The premise-puncturing quote that everybody’s thinking:

‘I may well be extremely foolish just letting you live, let alone giving you official authority and a ship…’ [5]

Yep.

Synopsis quote:

…there were no tiny, brightly colored penises hanging in the corridors,… [18]

Haha, just kidding, but yeah… a funny scene in book full of “shes” and “hers.” I think Leckie is digging at herself here.

How it feels: Television-in-a-novel, much like its predecessor. Less than subtle address of imperial classism. Lots of indignant dialogue of the Picard shirt-tugging variety, which upstages the much more interesting quirks of an “unplugged” AI protagonist. Much tea drinking.

Word count time: Tea is mentioned 74 times, up from 39 in Ancillary Justice.

The blurb that was never blurbed, part 2:

More tea with your Breq-fast? (Eh?… eh?)

But about that tea drinking: It is a worn out sensory detail that I am quick to condemn, but it does serve the character of this sprawling empire maintained by delicate diplomacy.
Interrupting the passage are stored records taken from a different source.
/**
 * The rows of a file's bytes for the byte engine (byteGrid.ts): where each row starts, found by the
 * row kernel's SIMD search (in place, or in a copy for a file of 4 KiB to 16 MB; rowKernel.ts lineEnds)
 * or Buffer's native search (a tiny file, or no WebAssembly), and the checks that the
 * bytes are plain ASCII without NUL, quote characters or lone CR, so that each byte is one character
 * of the text `decodeText` would give.
 */
import { maximumInputBytes } from "../limits.js";
import { lineEnds } from "./rowKernel.js";

/** 1 for the bytes that send a file to the text path: NUL, CR (unless it ends a row), the double quote, and every non-ASCII byte. */
export const UNPLAIN = Uint8Array.from({ length: 256 }, (_, b) => (b === 0 || b === 13 || b === 34 || b >= 0x80 ? 1 : 0));
/** The first bytes checked before anything is read, so that most files for the text path go there at once. */
const HEAD_CHECK = 1 << 16;

/** The rows of a file for the byte engine: where each starts, and its first byte. */
export interface PlainLines {
  /** Offset where the text starts: 3 after a UTF-8 byte-order mark, else 0. */
  readonly start: number;
  /**
   * starts[r] is the offset of row r; starts[rowCount] is one past the line feed ending the last
   * row, or bytes.length + 1 when the last row has none.
   */
  readonly starts: Int32Array;
  /** The first byte of each row (a line break for an empty row). */
  readonly firstBytes: Uint8Array;
}

/**
 * The rows of the file (split at LF, as the fast engine splits the text), or null when its first
 * `headCheck` bytes already show that the text path must be taken (or the file is 2 GiB or more). The other bytes are not checked here (see
 * `clean`).
 */
export function plainLines(bytes: Uint8Array, headCheck = HEAD_CHECK): PlainLines | null {
  const start = bytes[0] === 0xef && bytes[1] === 0xbb && bytes[2] === 0xbf ? 3 : 0;
  // Offsets are kept in Int32Array.
  if (bytes.length > maximumInputBytes || !isPlain(bytes, start, Math.min(bytes.length, start + headCheck))) return null;
  const length = bytes.length;
  const ends = lineEnds(bytes, start);
  if (ends !== null) return linesFromEnds(bytes, start, ends);
  // Room for rows of 16 bytes on average (pages never written are not resident); more is grown.
  let starts = new Int32Array(Math.max(1 << 12, (length - start) >> 4));
  let firstBytes = new Uint8Array(starts.length);
  let rows = 0;
  let from = start;
  const search = asBuffer(bytes);
  for (let end = search.indexOf(10, from); end >= 0; end = search.indexOf(10, from)) {
    if (rows + 1 >= starts.length) [starts, firstBytes] = grow(starts, firstBytes);
    firstBytes[rows] = bytes[from] as number;
    starts[rows++] = from;
    from = end + 1;
  }
  if (from < length) {
    if (rows + 1 >= starts.length) [starts, firstBytes] = grow(starts, firstBytes);
    firstBytes[rows] = bytes[from] as number;
    starts[rows++] = from;
    from = length + 1;
  }
  starts[rows] = from;
  return { start, starts: starts.slice(0, rows + 1), firstBytes: firstBytes.slice(0, rows) };
}

/** plainLines from the offsets just past each line feed (the kernel finds them, see rowKernel.ts). */
function linesFromEnds(bytes: Uint8Array, start: number, ends: Int32Array): PlainLines {
  const length = bytes.length;
  const last = ends.length > 0 ? (ends[ends.length - 1] as number) : start;
  // A last row without a line feed ends one past the end, as in plainLines.
  const open = last < length;
  const starts = new Int32Array(ends.length + (open ? 2 : 1));
  starts[0] = start;
  starts.set(ends, 1);
  if (open) starts[starts.length - 1] = length + 1;
  const rows = starts.length - 1;
  const firstBytes = new Uint8Array(rows);
  for (let r = 0; r < rows; r++) firstBytes[r] = bytes[starts[r] as number] as number;
  return { start, starts, firstBytes };
}

/** True when bytes [from, to) hold no NUL, quote or non-ASCII byte, and each CR there is followed by LF. */
export function isPlain(bytes: Uint8Array, from: number, to: number): boolean {
  if (from >= to) return true;
  const range = asBuffer(bytes).subarray(from, to);
  if (range.indexOf(0) >= 0 || range.indexOf(34) >= 0 || !isAscii(range)) return false;
  for (let cr = range.indexOf(13); cr >= 0; cr = range.indexOf(13, cr + 1)) if (bytes[from + cr + 1] !== 10) return false;
  return true;
}

/**
 * The bytes as a Buffer (the same memory), for Buffer's native searches and slices: its indexOf is
 * several times faster than a plain Uint8Array's (the CLI's large files are plain Uint8Arrays, see
 * rowKernel.ts).
 */
export function asBuffer(bytes: Uint8Array): Buffer {
  return Buffer.isBuffer(bytes) ? bytes : Buffer.from(bytes.buffer, bytes.byteOffset, bytes.byteLength);
}

/** True when no byte has the high bit set. */
function isAscii(bytes: Uint8Array): boolean {
  const length = bytes.length;
  let i = 0;
  while (i < length && ((bytes.byteOffset + i) & 3) !== 0) if ((bytes[i++] as number) >= 0x80) return false;
  const wordCount = (length - i) >> 2;
  if (wordCount > 0) {
    const words = new Int32Array(bytes.buffer, bytes.byteOffset + i, wordCount);
    const blocked = wordCount & ~255;
    for (let w = 0; w < blocked; w += 256) {
      let high = 0;
      for (let k = w; k < w + 256; k += 4)
        high |= (words[k] as number) | (words[k + 1] as number) | (words[k + 2] as number) | (words[k + 3] as number);
      if ((high & 0x80808080) !== 0) return false;
    }
    let high = 0;
    for (let k = blocked; k < wordCount; k++) high |= words[k] as number;
    if ((high & 0x80808080) !== 0) return false;
    i += wordCount << 2;
  }
  while (i < length) if ((bytes[i++] as number) >= 0x80) return false;
  return true;
}

function grow(starts: Int32Array<ArrayBuffer>, firstBytes: Uint8Array<ArrayBuffer>): [Int32Array<ArrayBuffer>, Uint8Array<ArrayBuffer>] {
  const biggerStarts = new Int32Array(starts.length * 2);
  biggerStarts.set(starts);
  const biggerFirsts = new Uint8Array(starts.length * 2);
  biggerFirsts.set(firstBytes);
  return [biggerStarts, biggerFirsts];
}

/**
 * The text of ASCII bytes [from, to): latin1 decoding is the identity on ASCII, and Node's native
 * slice is several times faster than building the string in JS, above all while the code is cold
 * (full-precision numbers, 17 digits and more, come this way: see scanDecimal).
 */
export function asciiText(bytes: Uint8Array, from: number, to: number): string {
  return asBuffer(bytes).toString("latin1", from, to);
}

/** True when bytes [from, to) are all space, tab, line feed, vertical tab, form feed or CR (what `trim` removes, in ASCII). */
export function isAsciiWhiteSpace(bytes: Uint8Array, from: number, to: number): boolean {
  for (let i = from; i < to; i++) {
    const b = bytes[i] as number;
    if (b !== 32 && (b < 9 || b > 13)) return false;
  }
  return true;
}

/** Values allEqualTo compares at once with a run of the expected one. */
const RUN = 16_384;

/**
 * True when every value is `expected`: compared by Buffer.compare, natively, a run at a time (a loop
 * over them ran in V8's interpreter for the first thousands of rows, about 0.2 microseconds a row; the
 * check of every row's field count, table/rowShape.ts).
 */
export function allEqualTo(values: Int32Array, expected: number): boolean {
  const run = Buffer.from(new Int32Array(Math.min(RUN, values.length)).fill(expected).buffer);
  for (let from = 0; from < values.length; from += RUN) {
    const length = 4 * (Math.min(values.length, from + RUN) - from);
    const got = Buffer.from(values.buffer, values.byteOffset + 4 * from, length);
    if (got.compare(run, 0, length) !== 0) return false;
  }
  return true;
}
Should you read this: Meh. Dramatized sci-fi makes for a blasé read, but I genuinely look forward to seeing this on the small screen, where the indignant dialogue and overt social commentary will be best utilized. Non-gendered pronoun use among sexually-ambiguous humanoid characters is not the most nuanced form of social commentary– it should not blow away dedicated SF readers– but this will be good for mainstream ‘Murica. I eagerly await the conservative huffing and puffing that will come from this development.

***

This review is part of an 8-part review series on the 2014 British Science Fiction Association Best Novel Shortlist. The winner will be announced at the BSFA ceremony at Eastercon on Sunday, April 5.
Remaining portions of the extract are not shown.